_The data_
def test_empty_geometry(builders, tmp_path):
    bad(builders, tmp_path, ["A", "B"], [RECTANGLE, None], ["'B'", "no geometry"])
    bad(builders, tmp_path, ["A", "B"], [RECTANGLE, shapely.Polygon()], ["'B'", "no geometry"])


def test_non_polygon_geometry(builders, tmp_path):
    line = shapely.LineString(ll([(0, 0), (0.01, 0.01)]))
    bad(builders, tmp_path, ["A", "Ridge"], [RECTANGLE, line], ["'Ridge'", "LineString"])
    bad(builders, tmp_path, ["Stake", "A"], [shapely.Point(LON0, LAT0), RECTANGLE], ["'Stake'", "Point"])


def test_invalid_geometry_that_does_not_repair_to_a_polygon(builders, tmp_path):
    flat = shapely.Polygon(ll([(0, 0), (0.005, 0), (0.01, 0), (0, 0)]))  # zero area: a line
    bad(builders, tmp_path, ["A", "Sliver"], [RECTANGLE, flat], ["'Sliver'", "make_valid", "redraw"])


def test_self_intersecting_outline_is_repaired_with_a_warning(builders, tmp_path):
    bowtie = shapely.Polygon(ll([(0.002, -0.01), (0.02, 0.01), (0.02, -0.01), (0.002, 0.01)]))
    path = builders.write_outlines(tmp_path / "o.geojson", ["Bowtie"], [bowtie], "GeoJSON")
    g = load(path)
    assert len(g.warnings) == 1
    assert "'Bowtie'" in g.warnings[0] and "make_valid" in g.warnings[0]
    assert "Self-intersection" in g.warnings[0]
    # Source: shapely.make_valid of the outline as drawn, reprojected, area by shapely.
    repaired = shapely.make_valid(bowtie)
    assert repaired.geom_type == "MultiPolygon"
    assert g.modelled_area_m2[0] == pytest.approx(reference_utm(repaired).area, rel=1e-6)


def test_overlapping_outlines_name_both(builders, tmp_path):
    shifted = shapely.affinity.translate(RECTANGLE, xoff=0.004)
    message = bad(builders, tmp_path, ["North", "Seldra", "South"], [MULTI, RECTANGLE, shifted],
                  ["'Seldra'", "'South'", "overlap"])
    assert "'North'" not in message


def test_tiny_sliver_overlap_is_tolerated():
    a = shapely.Polygon(ll([(-0.01, -0.005), (0.0, -0.005), (0.0, 0.005), (-0.01, 0.005)]))
    # the neighbour reaches 1e-9 degrees (below a tenth of a millimetre) across the shared side
    b = shapely.Polygon(ll([(-1e-9, -0.005), (0.01, -0.005), (0.01, 0.005), (-1e-9, 0.005)]))
    assert shapely.intersection(a, b).area > 0
    g = build_lonlat(["A", "B"], [a, b])
    assert g.names == ["A", "B"]


def test_outline_wholly_outside_the_dem(builders, tmp_path):
    far = shapely.affinity.translate(RECTANGLE, xoff=0.5)
    bad(builders, tmp_path, ["A", "Elsewhere"], [RECTANGLE, far], ["'Elsewhere'", "wholly outside the DEM"])


def test_outline_only_over_nodata(builders, tmp_path):
    valid = np.zeros(SHAPE, dtype=bool)
    bad(builders, tmp_path, ["A"], [RECTANGLE], ["'A'", "nodata"], valid=valid)


def test_wrong_or_ambiguous_layer_and_missing_file(builders, tmp_path):
    path = tmp_path / "o.gpkg"
    builders.write_outlines(path, ["A"], [RECTANGLE], "GPKG", layer="glaciers")
    builders.write_outlines(path, ["B"], [MULTI], "GPKG", layer="lakes", append=True)
    with pytest.raises(InputError, match=r"2 layers \(glaciers, lakes\)"):
        load(path)
    with pytest.raises(InputError, match=r"o\.gpkg cannot be read.*glaciers, lakes"):
        load(path, layer="ice")
    assert load(path, layer="lakes").names == ["B"]
    with pytest.raises(InputError, match="does not exist"):
        load(tmp_path / "missing.geojson")


def test_shapefile_without_prj(builders, tmp_path):
    path = builders.write_outlines(tmp_path / "o.shp", ["A"], [RECTANGLE], "ESRI Shapefile", crs=None)
    (tmp_path / "o.prj").unlink(missing_ok=True)
    with pytest.raises(InputError, match=r"o\.shp has no coordinate reference system"):
        load(path)


# --------------------------------------------------------------------------- warnings


def test_partly_outside_the_dem_warns_with_the_share(builders, tmp_path):
    # straddles the eastern edge of the grid
    east_lon, _ = _TO_LONLAT.transform(WEST + SHAPE[1] * CELL, NORTH - 3000.0)
    dx = east_lon - LON0
    edge = shapely.Polygon(ll([(dx - 0.012, -0.006), (dx + 0.005, -0.0055), (dx + 0.004, 0.007), (dx - 0.010, 0.006)]))
    path = builders.write_outlines(tmp_path / "o.geojson", ["Edge"], [edge], "GeoJSON")
    g = load(path)
    utm = reference_utm(edge)
    # Source: shapely area of the reprojected outline inside the DEM's extent (reference library).
    inside = shapely.intersection(utm, DEM_BOX).area
    share = 1 - inside / utm.area
    assert 0.1 < share < 0.5
    assert len(g.warnings) == 1 and "'Edge'" in g.warnings[0] and "outside the DEM" in g.warnings[0]
    assert percents(g.warnings[0])[0] == pytest.approx(100 * share, rel=2e-3)
    assert g.modelled_area_m2[0] == pytest.approx(inside, rel=1e-6)
    assert g.polygon_area_m2[0] == pytest.approx(utm.area, rel=1e-6)


def test_nodata_cells_warn_with_the_share():
    valid = valid_all()
    valid[:, 100:140] = False  # a band of nodata columns through the rectangle
    g = build_lonlat(["Rectangle"], [RECTANGLE], valid)
    utm = reference_utm(RECTANGLE)
    band = shapely.box(WEST + 100 * CELL, NORTH - SHAPE[0] * CELL, WEST + 140 * CELL, NORTH)
    # Source: shapely area of the reprojected outline over the nodata band (reference library).
    lost = shapely.intersection(utm, band).area / utm.area
    assert 0.05 < lost < 0.95
    assert len(g.warnings) == 1 and "nodata" in g.warnings[0]
    assert percents(g.warnings[0])[0] == pytest.approx(100 * lost, rel=2e-3)
    assert g.modelled_area_m2[0] == pytest.approx(utm.area * (1 - lost), rel=1e-6)
    assert not np.any(np.isin(g.cells[0], np.flatnonzero(~valid)))
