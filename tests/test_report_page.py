"""report.html and its figures (issue 15): every figure is there at its size, the page holds
every glacier and year, embeds its figures and loads nothing from anywhere else."""

from __future__ import annotations

import base64
import re
from html.parser import HTMLParser

import pandas as pd
import pytest

from firnline.cli import main
from firnline.page import Page, png_size


class _Collect(HTMLParser):
    def __init__(self):
        super().__init__()
        self.tags, self.h3, self.cells, self._in, self._cell = [], [], [], None, None

    def handle_starttag(self, tag, attrs):
        self.tags.append((tag, dict(attrs)))
        if tag in ("h3", "td"):
            self._in, self._cell = tag, ""

    def handle_data(self, data):
        if self._in:
            self._cell += data

    def handle_endtag(self, tag):
        if tag == self._in:
            (self.h3 if tag == "h3" else self.cells).append(self._cell.strip())
            self._in = None


def _parse(path):
    p = _Collect()
    p.feed(path.read_text(encoding="utf-8"))
    return p


def test_every_figure_exists_at_its_size(demo_run):
    _, out = demo_run
    years = list(range(2017, 2025))
    maps = sorted(out.glob("map_*.png"))
    # the demo's catchment is drawn at full resolution (320 x 300 cells, under the 400-cell limit),
    # so no glacier needs a map of its own: one catchment map per year and the record mean
    assert [m.name for m in maps] == sorted([f"map_catchment_{y}.png" for y in years] + ["map_catchment_mean.png"])
    charts = sorted(p.name for p in out.glob("chart_*.png"))
    assert charts == ["chart_all_glaciers.png", "chart_hydrograph.png", "chart_kessel.png",
                      "chart_north_seldra.png", "chart_tarn.png"]
    for m in maps:
        png = m.read_bytes()
        w, h = png_size(png)
        # three panels of 3.6 in and the colour bar at 100 dpi; the height follows the DEM's aspect
        assert w == 1200 and 300 * 3.6 / 320 * 100 + 90 <= h <= 300 * 3.6 / 320 * 100 + 120, (m.name, w, h)
        assert len(png) > 50_000, m.name          # a drawn map, not an empty canvas
    for c in charts:
        png = (out / c).read_bytes()
        if c != "chart_hydrograph.png":    # its size: tests/test_runoff_run.py
            assert png_size(png) == ((800, 360) if c == "chart_all_glaciers.png" else (1150, 640)), c
        assert len(png) > 20_000, c


def test_report_holds_every_glacier_year_figure_and_input(demo_run):
    inp, out = demo_run
    page = _parse(out / "report.html")
    text = (out / "report.html").read_text(encoding="utf-8")
    s = pd.read_csv(out / "summary.csv")
    for g in ("north_seldra", "kessel", "tarn"):
        assert g in page.h3
        rows = s[s.glacier == g]
        for r in rows.itertuples():                     # each year's row with its balance, rounded
            assert str(r.balance_year) in page.cells and f"{r.annual_balance_mwe:.2f}" in page.cells
    assert "All glaciers (area-weighted)" in page.h3
    imgs = [a for t, a in page.tags if t == "img"]
    figures = sorted(out.glob("map_*.png")) + sorted(out.glob("chart_*.png"))
    assert len(imgs) == len(figures)
    embedded = {base64.b64decode(a["src"].split(",", 1)[1]) for a in imgs}
    assert embedded == {f.read_bytes() for f in figures}      # the very files, embedded
    for a in imgs:
        assert a["src"].startswith("data:image/png;base64,") and a.get("alt")
    # inputs with checksums, parameters with their source, the caution
    import json
    info = json.loads((out / "run.json").read_text())
    for sha in info["input_sha256"].values():
        assert sha in page.cells
    assert "[melt] ddf_snow_mm_per_day_k" in page.cells and "config" in page.cells
    assert "[balance] band_width_m" in page.cells
    assert "qualified practitioners" in text and "model estimates" in text


def test_report_is_self_contained(demo_run):
    _, out = demo_run
    text = (out / "report.html").read_text(encoding="utf-8")
    page = _parse(out / "report.html")
    for tag, attrs in page.tags:
        assert tag not in ("link", "iframe", "object", "embed", "script"), tag
        for k in ("src", "href"):
            v = attrs.get(k)
            if v is not None:
                assert v.startswith("data:") or v.startswith("#"), (tag, k, v[:60])
    css = " ".join(re.findall(r"<style>(.*?)</style>", text, flags=re.S))
    assert "url(" not in css and "@import" not in css
    assert "@media print" in css


def test_parameter_sources_say_config_default_or_calibration(tmp_path):
    """A key written in the config is "config", one left out "default", and a fitted key of a
    calibrated.toml "calibration"."""
    from firnline import load_config
    from firnline.demo import write_demo
    from firnline.documents import parameter_sources

    cfg_path = write_demo(tmp_path / "d")
    text = cfg_path.read_text().replace("ddf_ice_mm_per_day_k = 6.0", "# ddf_ice_mm_per_day_k = 6.0")
    text = text.replace("ddf_snow_mm_per_day_k = 3.0", "ddf_snow_mm_per_day_k = 3.5")
    cfg_path.write_text("# Written by firnline 0 calibrate from x.\n# Fitted: ddf_snow_mm_per_day_k = 3.5.\n" + text)
    t = parameter_sources(load_config(cfg_path)).set_index("setting")
    assert t.loc["[melt] ddf_snow_mm_per_day_k", "source"] == "calibration"
    assert t.loc["[melt] ddf_snow_mm_per_day_k", "equals default"] == "no"
    assert t.loc["[melt] ddf_ice_mm_per_day_k", "source"] == "default"
    assert t.loc["[melt] threshold_c", "source"] == "config"


def test_no_report_skips_page_and_figures(plane_case, tmp_path):
    cfg = plane_case()
    out = tmp_path / "o"
    assert main(["run", str(cfg), "--out", str(out), "--quiet", "--no-report"]) == 0
    names = {p.name for p in out.iterdir()}
    assert "summary.csv" in names and "glaciers.gpkg" in names
    assert "report.html" not in names and not any(n.endswith(".png") for n in names)
    out2 = tmp_path / "o2"
    assert main(["run", str(cfg), "--out", str(out2), "--quiet"]) == 0
    assert (out2 / "report.html").exists() and list(out2.glob("map_*.png"))


def test_page_escapes_text():
    html = Page("a <b>", caution="c & d").paragraph("<script>x</script>").render()
    assert "<script>" not in html and "&lt;script&gt;" in html and "a &lt;b&gt;" in html


def test_png_size_rejects_other_files():
    with pytest.raises(ValueError):
        png_size(b"GIF89a" + b"\0" * 30)
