"""Gravitational snow redistribution: snow on steep slopes slides down to where it can rest.

The scheme is the mass-conserving transport of Gruber (2007) with the slope-dependent
holding depth of Bernhardt & Schulz (2010):

* Gruber, S. (2007): A mass-conserving fast algorithm to parameterize gravitational
  transport and deposition using digital elevation models. Water Resources Research 43,
  W06412. Cells are processed once, from the highest to the lowest; each cell keeps what
  it can hold of its own snow plus what arrived from above, and passes the rest on to
  its lower neighbours, so a cell's gain from above is always handled before its own
  excess moves on, and nothing is created or lost.
* Bernhardt, M. & Schulz, K. (2010): SnowSlide: A simple routine for calculating
  gravitational snow transport. Geophysical Research Letters 37, L11502. The snow
  holding depth of a slope, from memory::

      SHD = 3178.4 * slope_deg ** -1.998      [m of snow depth]

  (about 0.9 m at 60 deg, 1.3 m at 50 deg, 2 m at 40 deg, 5.1 m at 25 deg).

What is implemented here (the variant and its parameters)
---------------------------------------------------------
Routing (:func:`build_routing`, a pure function of the DEM, computed once and cached):

* ``scheme = "steepest"`` (the default, the single-direction form used by SnowSlide):
  the excess goes to the one neighbour of the eight with the steepest descent, i.e. the
  largest drop per distance ``(z - z_n) / d`` (``d`` = the cell width, height, or the
  diagonal for corner neighbours).
* ``scheme = "multiple"``: the excess is shared by every lower neighbour with weights
  proportional to ``((z - z_n) / d) ** exponent`` (the multiple-flow-direction form of
  Freeman, 1991, Computers & Geosciences 17; Gruber, 2007 shares mass among all lower
  neighbours in this way, from memory; ``exponent`` 1.1 after Freeman).

Receivers are strictly lower, so sorting the cells by elevation (highest first, ties
by cell index) processes every donor before its receivers.

Edges and nodata. A neighbour beyond the DEM edge or on a nodata cell has no elevation;
it gets one by continuing the DEM linearly through the cell: a missing side neighbour
mirrors the opposite one (``2 z - z_opposite``; ``z`` if that is missing too), a missing
corner neighbour is ``z_row + z_col - z`` from the two side neighbours that share its
row and column (each known or mirrored). Where that virtual neighbour is the steepest
descent (``"steepest"``), or for its share (``"multiple"``), the snow leaves the modelled
area: it is **exported**, counted per cell, never lost. A slope that runs off the edge
thus sheds its excess off the edge; a flat edge, or an edge along the fall line, keeps it.
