"""The registry of model parameters: one declaration, and everything derived from it agrees."""

from __future__ import annotations

import dataclasses
import re
import tomllib  # Python 3.11+ (pyproject.toml requires it)
from pathlib import Path

import pytest

from firnline import parameters
from firnline.calibrate import DEFAULT_BOUNDS, calibratable_keys, fit_spec
from firnline.config import SCHEMA, parse_config
from firnline.demo import demo_config_text
from firnline.errors import InputError
from firnline.kernel import KernelParams

REPO = Path(__file__).resolve().parents[1]


def minimal(**extra) -> dict:
    data = {"dem": {"path": "dem.tif"}, "climate": {"station_file": "s.csv", "station_elevation_m": 1000.0}}
    data.update(extra)
    return data


def test_each_parameter_is_declared_completely():
    keys = [p.key for p in parameters.PARAMETERS]
    assert len(keys) == len(set(keys))
    for p in parameters.PARAMETERS:
        assert p.section in ("melt", "downscaling", "snow", "runoff") and p.unit and p.source and p.description
        assert set(p.methods) <= set(parameters.METHODS) and p.methods
        assert p.kind in ("number", "monthly", "pair")
        assert (p.bounds is None) == bool(p.not_calibratable)
        if p.bounds is not None:
            assert p.low <= p.bounds[0] < p.bounds[1] <= p.high, p.key
        for v in (p.default if isinstance(p.default, tuple) else (p.default,)):
            assert p.low <= v <= p.high, p.key


def test_schema_rows_come_from_the_registry():
    for p in parameters.PARAMETERS:
        check, default = SCHEMA[p.section][p.key]
        assert default == p.default
        if p.kind == "number":
            assert check(p.low if not p.low_open else p.high, "x") in (p.low, p.high)
            with pytest.raises(InputError):
                check(p.high + 1.0, "x")


def test_calibration_defaults_come_from_the_registry():
    assert DEFAULT_BOUNDS == {p.key: p.bounds for p in parameters.PARAMETERS if p.bounds}
    assert calibratable_keys("degree-day") == sorted(
        ["ddf_snow_mm_per_day_k", "ddf_ice_mm_per_day_k", "threshold_c", "precip_gradient_per_m",
         "precip_factor", "lapse_rate_k_per_m", "storage_days_snow", "storage_days_firn", "storage_days_ice",
         "storage_days_ground"])
    assert "transmissivity" not in calibratable_keys("radiation")
    assert "radiation_factor_ice" in calibratable_keys("radiation")


@pytest.mark.parametrize("method", parameters.METHODS)
@pytest.mark.parametrize("key", [p.key for p in parameters.PARAMETERS])
def test_every_parameter_either_fits_or_is_refused_in_one_sentence(tmp_path, method, key):
    """No parameter leads to a KeyError (the latent one of a key without default bounds)."""
    data = minimal(melt={"method": method}, calibration={"parameters": [key]})
    try:
        cfg = parse_config(data, tmp_path)
        spec = fit_spec(cfg)
    except InputError as e:
        assert key in str(e) and "\n" not in str(e)
        return
    assert spec.parameters == (key,) and key in calibratable_keys(method)
    assert (spec.lower[0], spec.upper[0]) == parameters.BY_KEY[key].bounds


@pytest.mark.parametrize("method", parameters.METHODS)
def test_kernel_values_agree_with_the_kernel_parameters(tmp_path, method):
    cfg = parse_config(minimal(melt={"method": method, "ddf_snow_mm_per_day_k": 4.0},
                               downscaling={"snow_rain_range_c": [0.0, 2.0]}), tmp_path)
    assert parameters.kernel_values(cfg) == dataclasses.asdict(KernelParams.from_config(cfg))
    monthly = [-0.004 - 0.0001 * m for m in range(12)]
    cfg12 = parse_config(minimal(downscaling={"lapse_rate_k_per_m": monthly}), tmp_path)
    assert parameters.kernel_values(cfg12)["lapse_rate_k_per_m"] == pytest.approx(tuple(monthly))


@pytest.mark.parametrize("text", [demo_config_text(), (REPO / "configs" / "demo.toml").read_text(),
                                  (REPO / "configs" / "demo_calibrate.toml").read_text()])
def test_demo_config_rows_show_the_registry(text):
    """Every registry parameter appears in the demo config with its default and unit."""
    data = tomllib.loads(text)
    for p in parameters.PARAMETERS:
        value = data[p.section][p.key]
        default = list(p.default) if p.kind == "pair" else p.default
        if p.kind == "monthly":
            value = (value,)
        assert value == default, p.key
        line = next(row for row in text.splitlines() if re.match(rf"^{p.key}\s*=", row))
        assert p.unit == "1" or p.unit in line, line


def test_demo_config_output_folder_is_set_by_key_not_by_text(tmp_path):
    data = tomllib.loads(demo_config_text("in/", output_dir="elsewhere"))
    assert data["output"]["dir"] == "elsewhere" and data["dem"]["path"] == "in/dem.tif"
    assert tomllib.loads(demo_config_text())["output"]["dir"] == "out"


def test_committed_demo_calibration_config_is_the_generated_text():
    """configs/demo_calibrate.toml is written by firnline.demo.write_repo_config(..., calibration=True)."""
    assert (REPO / "configs" / "demo_calibrate.toml").read_text() == demo_config_text(
        "../demo_dem/", "../out/calibrate", calibration=True)
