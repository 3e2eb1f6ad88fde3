"""Horizon angles against analytic relief and a brute-force search."""

import math

import numpy as np
import pytest

from firnline.horizon import horizon_angles, sector_azimuths_deg


def _wall_dem(ny=61, nx=60, wall_col=40, height=100.0):
    z = np.zeros((ny, nx))
    z[:, wall_col] = height
    return z


def test_wall_horizon_is_atan_height_over_distance():
    # Source: analytic geometry (issue 3): a straight wall of height h at horizontal
    # distance d subtends the elevation angle atan(h / d); along a line at angle alpha
    # to the wall's normal the distance is d / cos(alpha).
    dx, h, wall = 10.0, 100.0, 40
    z = _wall_dem(wall_col=wall, height=h)
    hz = horizon_angles(z, None, dx, 8, 1e5)
    az = sector_azimuths_deg(8)
    row = 30
    for c in range(25, wall):
        d = (wall - c) * dx
        assert hz[2, row, c] == pytest.approx(math.atan(h / d), abs=1e-6)  # east, 90 deg
        for k in (1, 3):  # 45 and 135 deg: distance d / sin(azimuth)
            expected = math.atan(h * math.sin(math.radians(az[k])) / d)
            assert hz[k, row, c] == pytest.approx(expected, abs=1e-6)
        # facing away from the wall over flat ground: open
        assert hz[6, row, c] == 0.0
        assert hz[0, row, c] == 0.0 and hz[4, row, c] == 0.0
    for c in range(wall + 1, 55):  # west of the cells right of the wall
        assert hz[6, row, c] == pytest.approx(math.atan(h / ((c - wall) * dx)), abs=1e-6)


def test_wall_with_rectangular_cells():
    # Source: analytic geometry, atan(h / d), with d counted in rows of 30 m.
    dx, dy, h = 10.0, 30.0, 250.0
    z = np.zeros((40, 30))
    z[5, :] = h  # a wall along row 5, north of the rows below it
    hz = horizon_angles(z, None, (dx, dy), 4, 1e5)
    for r in range(6, 40):
        assert hz[0, r, 15] == pytest.approx(math.atan(h / ((r - 5) * dy)), abs=1e-6)
        assert hz[2, r, 15] == 0.0


def test_inclined_plane_has_its_slope_as_horizon_in_every_sector():
    # Source: analytic geometry: on a plane z = a*east + b*north the terrain ahead in
    # azimuth alpha rises at a*sin(alpha) + b*cos(alpha) per metre, so the horizon is
    # atan of that where positive and 0 (clipped) where the plane falls away.
    ny, nx, dx, dy = 50, 60, 10.0, 14.0
    rows, cols = np.mgrid[0:ny, 0:nx]
    a, b = 0.3, -0.5
    z = a * cols * dx - b * rows * dy
    hz = horizon_angles(z, None, (dx, dy), 72, 1e6)
    alpha = np.deg2rad(sector_azimuths_deg(72))
    expected = np.arctan(np.maximum(0.0, a * np.sin(alpha) + b * np.cos(alpha)))
    np.testing.assert_allclose(hz[:, 2:-2, 2:-2], np.broadcast_to(expected[:, None, None], (72, ny - 4, nx - 4)),
                               atol=1e-6)


def test_beyond_the_dem_edge_the_horizon_is_open():
    # terrain rising to the east: the last column has nothing ahead and sees an open horizon
    z = np.tile(np.arange(20) * 5.0, (10, 1))
    hz = horizon_angles(z, None, 10.0, 4, 1e5)
    assert np.all(hz[1, :, -1] == 0.0)
    assert np.allclose(hz[1, :, :-1], math.atan(0.5), atol=1e-6)


def test_distance_limit_is_exact():
    # a wall 200 m away counts with a 200 m limit and is ignored with a 199 m limit
    z = _wall_dem(wall_col=40)
    near = horizon_angles(z, None, 10.0, 4, 200.0)
    far = horizon_angles(z, None, 10.0, 4, 199.0)
    assert near[1, 30, 20] == pytest.approx(math.atan(100.0 / 200.0), abs=1e-6)
    assert far[1, 30, 20] == 0.0
    assert far[1, 30, 21] == pytest.approx(math.atan(100.0 / 190.0), abs=1e-6)


def _brute_force(z, d_row, d_col, window, step_m):
    """Reference by exhaustive search along a line through the cell centres (not an outside source)."""
    ny, nx = z.shape
    out = np.full(z.shape, np.nan)
    for r in range(ny):
        for c in range(nx):
            if np.isnan(z[r, c]):
                continue
            best = 0.0
            for k in range(1, window + 1):
                rr, cc = r + d_row * k, c + d_col * k
                if 0 <= rr < ny and 0 <= cc < nx and not np.isnan(z[rr, cc]):
                    best = max(best, math.atan((z[rr, cc] - z[r, c]) / (k * step_m)))
            out[r, c] = best
    return out


@pytest.mark.parametrize("window_cells", [1, 4, 9, 200])
def test_hull_search_equals_exhaustive_search(window_cells):
    # Along the grid axes and diagonals the lines pass through cell centres, so the
    # fast search must give exactly the exhaustive maximum, including the distance limit.
    rng = np.random.default_rng(7)
    z = (rng.normal(size=(23, 31)).cumsum(axis=0).cumsum(axis=1)) * 4.0
    z[5:8, 10:13] = np.nan
    dx = 10.0
    hz = horizon_angles(z, None, dx, 8, window_cells * dx)
    directions = {0: (-1, 0), 1: (-1, 1), 2: (0, 1), 3: (1, 1), 4: (1, 0), 5: (1, -1), 6: (0, -1), 7: (-1, -1)}
    for k, (d_row, d_col) in directions.items():
        step = dx * math.hypot(d_row, d_col)
        window = int(math.floor(window_cells * dx / step + 1e-9))
        ref = _brute_force(z, d_row, d_col, window, step)
        np.testing.assert_allclose(hz[k], ref, atol=1e-6)


def test_nodata_neither_blocks_nor_is_computed():
    z = _wall_dem(wall_col=40)
    valid = np.ones(z.shape, dtype=bool)
    valid[:, 40] = False  # the wall is nodata
    hz = horizon_angles(z, valid, 10.0, 8, 1e5)
    assert np.all(np.isnan(hz[:, :, 40]))
    assert np.all(hz[:, :, :40] == 0.0) and np.all(hz[:, :, 41:] == 0.0)
    z2 = z.copy()
    z2[:, 40] = np.nan
    np.testing.assert_array_equal(horizon_angles(z2, None, 10.0, 8, 1e5), hz)


def test_output_layout_and_progress():
    calls = []
    z = np.random.default_rng(3).normal(size=(12, 17)) * 20.0
    hz = horizon_angles(z, None, 25.0, 36, 500.0, progress=lambda label, i, n: calls.append((i, n)))
    assert hz.shape == (36, 12, 17) and hz.dtype == np.float32
    assert np.all(hz >= 0.0) and np.all(hz < math.pi / 2)
    assert calls == [(i, 36) for i in range(1, 37)]


def test_cone_apex_sees_open_sky_and_the_foot_sees_the_cone():
    # Source: analytic geometry: from the foot of a cone of slope s the horizon towards the
    # apex is atan(s); from the apex every direction is open.
    n, dx, s = 41, 10.0, 0.8
    rows, cols = np.mgrid[0:n, 0:n]
    r = np.hypot(rows - 20, cols - 20) * dx
    z = np.maximum(0.0, (200.0 - r) * s)
    hz = horizon_angles(z, None, dx, 72, 1e4)
    assert np.all(hz[:, 20, 20] == 0.0)
    # from a cell on the flank, looking straight up the fall line (east from the west flank)
    assert hz[18, 20, 10] == pytest.approx(math.atan(s), abs=1e-6)


def test_the_horizons_of_a_window_with_its_halo_are_those_of_the_whole_dem():
    """window_sines searches the whole DEM's lines and search blocks over a window of it, so the
    codes of any cells with window_halo_cells around them equal those of the whole DEM bit for bit
    (nodata cells, non-square cells, a zero distance); with too little halo it refuses."""
    from firnline.horizon import quantised_sines, window_halo_cells, window_sines

    rng = np.random.default_rng(3)
    for trial, (cs, dist, ns) in enumerate([(25.0, 800.0, 8), ((25.0, 30.0), 1500.0, 36), (25.0, 0.0, 12)]):
        ny, nx = (int(v) for v in rng.integers(150, 230, 2))
        y, x = np.mgrid[0:ny, 0:nx]
        z = (2000 + 700 * np.sin(x / (20 + trial * 7)) * np.cos(y / 31.0) + 200 * np.sin((x - 2 * y) / 9.0)
             + rng.normal(0, 8, (ny, nx)))
        z[rng.random((ny, nx)) < 0.02] = np.nan
        valid = np.isfinite(z)
        whole = quantised_sines(horizon_angles(z, valid, cs, ns, dist))
        halo = window_halo_cells(cs, dist)
        for _ in range(4):
            r0 = int(rng.integers(0, ny - 2))
            r1 = int(rng.integers(r0 + 1, ny + 1))
            c0 = int(rng.integers(0, nx - 2))
            c1 = int(rng.integers(c0 + 1, nx + 1))
            zr = (max(0, r0 - halo), min(ny, r1 + halo))
            zc = (max(0, c0 - halo), min(nx, c1 + halo))
            got = window_sines(z[zr[0]:zr[1], zc[0]:zc[1]], valid[zr[0]:zr[1], zc[0]:zc[1]], (zr[0], zc[0]),
                               (ny, nx), (r0, r1), (c0, c1), cs, ns, dist)
            assert np.array_equal(got, whole[:, r0:r1, c0:c1]), (trial, r0, r1, c0, c1)
    with pytest.raises(ValueError, match="outside the given window"):
        window_sines(z[10:60, 10:60], valid[10:60, 10:60], (10, 10), (ny, nx), (20, 50), (20, 50), 25.0, 8, 1000.0)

_Problem to solve_
Which lines of the data include "Gruber"? Copy each of them.

_Answer to the exercise_
The scheme is the mass-conserving transport of Gruber (2007) with the slope-dependent
* Gruber, S. (2007): A mass-conserving fast algorithm to parameterize gravitational
  Freeman, 1991, Computers & Geosciences 17; Gruber, 2007 shares mass among all lower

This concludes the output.